WHAT TO WORK ON |
Everything from the line with "checked against statsmodels)." to the last line of the material below is what to reproduce, exactly and with no other lines.
________________________________________
TestResult shapiro_wilk(std::span<const double> values) {
    const Deviations s = prepare(values, 3, 5000);
    const std::size_t n = s.n;
    const double one_minus_w = one_minus_squared_correlation(s, shapiro_wilk_coefficients(n));
    const double w = 1.0 - one_minus_w;
    double p;
    if (n == 3) {
        // Exact null distribution for n = 3 (Shapiro & Wilk 1965): p = (6/π)(asin √W − π/3).
        p = std::clamp(6.0 / std::numbers::pi * (std::asin(std::sqrt(w)) - std::numbers::pi / 3.0), 0.0, 1.0);
    } else if (!(one_minus_w > 0)) {
        p = 1.0;  // a perfect fit to the normal scores
    } else {
        // Royston (1995), AS R94: log(1 − W) (after a further log for n <= 11) is nearly normal.
        static constexpr std::array<double, 4> c3 = {0.5440, -0.39978, 0.025054, -6.714e-4};
        static constexpr std::array<double, 4> c4 = {1.3822, -0.77857, 0.062767, -0.0020322};
        static constexpr std::array<double, 4> c5 = {-1.5861, -0.31082, -0.083751, 0.0038915};
        static constexpr std::array<double, 3> c6 = {-0.4803, -0.082676, 0.0030302};
        static constexpr std::array<double, 2> g = {-2.273, 0.459};
        const double an = static_cast<double>(n);
        double y = std::log(one_minus_w);
        double mu, sigma;
        if (n <= 11) {
            const double gamma = polynomial(g, an);
            if (y >= gamma) {
                p = 0.0;  // beyond the approximation's support: W smaller than any it describes
                return finish("Shapiro–Wilk normality test", "W", w, p, n);
            }
            y = -std::log(gamma - y);
            mu = polynomial(c3, an);
            sigma = std::exp(polynomial(c4, an));
        } else {
            const double ln_n = std::log(an);
            mu = polynomial(c5, ln_n);
            sigma = std::exp(polynomial(c6, ln_n));
        }
        p = upper_normal((y - mu) / sigma);
    }
    return finish("Shapiro–Wilk normality test", "W", w, p, n);
}

TestResult shapiro_francia(std::span<const double> values) {
    const Deviations s = prepare(values, 5, 5000);
    const std::size_t n = s.n;
    const double one_minus_w = one_minus_squared_correlation(s, blom_scores(n));
    const double w = 1.0 - one_minus_w;
    double p = 1.0;
    if (one_minus_w > 0) {
        // Royston (1993), Statistics in Medicine 12, 181–184: ln(1 − W′) is normal with
        // μ = −1.2725 + 1.0521(v − u), σ = 1.0308 − 0.26758(v + 2/u), u = ln n, v = ln u.
        const double u = std::log(static_cast<double>(n));
        const double v = std::log(u);
        const double mu = -1.2725 + 1.0521 * (v - u);
        const double sigma = 1.0308 - 0.26758 * (v + 2.0 / u);
        p = upper_normal((std::log(one_minus_w) - mu) / sigma);
    }
    return finish("Shapiro–Francia normality test", "W′", w, p, n);
}

TestResult anderson_darling(std::span<const double> values) {
    const Deviations s = prepare(values, 8, no_upper_limit);
    const std::size_t n = s.n;
    const std::vector<double> z = standardized(s);
    // A² = −n − (1/n) Σ (2i − 1)[ln Φ(z_(i)) + ln(1 − Φ(z_(n+1−i)))]; 1 − Φ(z) = Φ(−z) keeps the tail.
    Accumulator sum;
    for (std::size_t i = 0; i < n; ++i)
        sum.add(static_cast<double>(2 * i + 1) * (log_normal_cdf(z[i]) + log_normal_cdf(-z[n - 1 - i])));
    const double an = static_cast<double>(n);
    const double a2 = -an - sum.sum() / an;
    // D'Agostino & Stephens (1986), Goodness-of-Fit Techniques, Table 4.9 (case 3, mean and
    // variance estimated): p from the adjusted A*² (quoted from memory; checked against statsmodels).
    const double a = a2 * (1.0 + 0.75 / an + 2.25 / (an * an));
    double p;
    if (a < 0.2)
        p = 1.0 - std::exp(-13.436 + 101.14 * a - 223.73 * a * a);
    else if (a < 0.34)
        p = 1.0 - std::exp(-8.318 + 42.796 * a - 59.938 * a * a);
    else if (a < 0.6)
        p = std::exp(0.9177 - 4.279 * a - 1.38 * a * a);
    else {
        // The last quadratic turns upward at A* = 5.709/(2 · 0.0186) ≈ 153.5, far outside its range;
        // held at its minimum there so that p never grows with A*.
        const double held = std::min(a, 5.709 / (2.0 * 0.0186));
        p = std::exp(1.2937 - 5.709 * held + 0.0186 * held * held);
    }
    return finish("Anderson–Darling normality test", "A²", a2, std::clamp(p, 0.0, 1.0), n);
}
________________________________________
TASK ANSWER |
    // variance estimated): p from the adjusted A*² (quoted from memory; checked against statsmodels).
    const double a = a2 * (1.0 + 0.75 / an + 2.25 / (an * an));
    double p;
    if (a < 0.2)
        p = 1.0 - std::exp(-13.436 + 101.14 * a - 223.73 * a * a);
    else if (a < 0.34)
        p = 1.0 - std::exp(-8.318 + 42.796 * a - 59.938 * a * a);
    else if (a < 0.6)
        p = std::exp(0.9177 - 4.279 * a - 1.38 * a * a);
    else {
        // The last quadratic turns upward at A* = 5.709/(2 · 0.0186) ≈ 153.5, far outside its range;
        // held at its minimum there so that p never grows with A*.
        const double held = std::min(a, 5.709 / (2.0 * 0.0186));
        p = std::exp(1.2937 - 5.709 * held + 0.0186 * held * held);
    }
    return finish("Anderson–Darling normality test", "A²", a2, std::clamp(p, 0.0, 1.0), n);
}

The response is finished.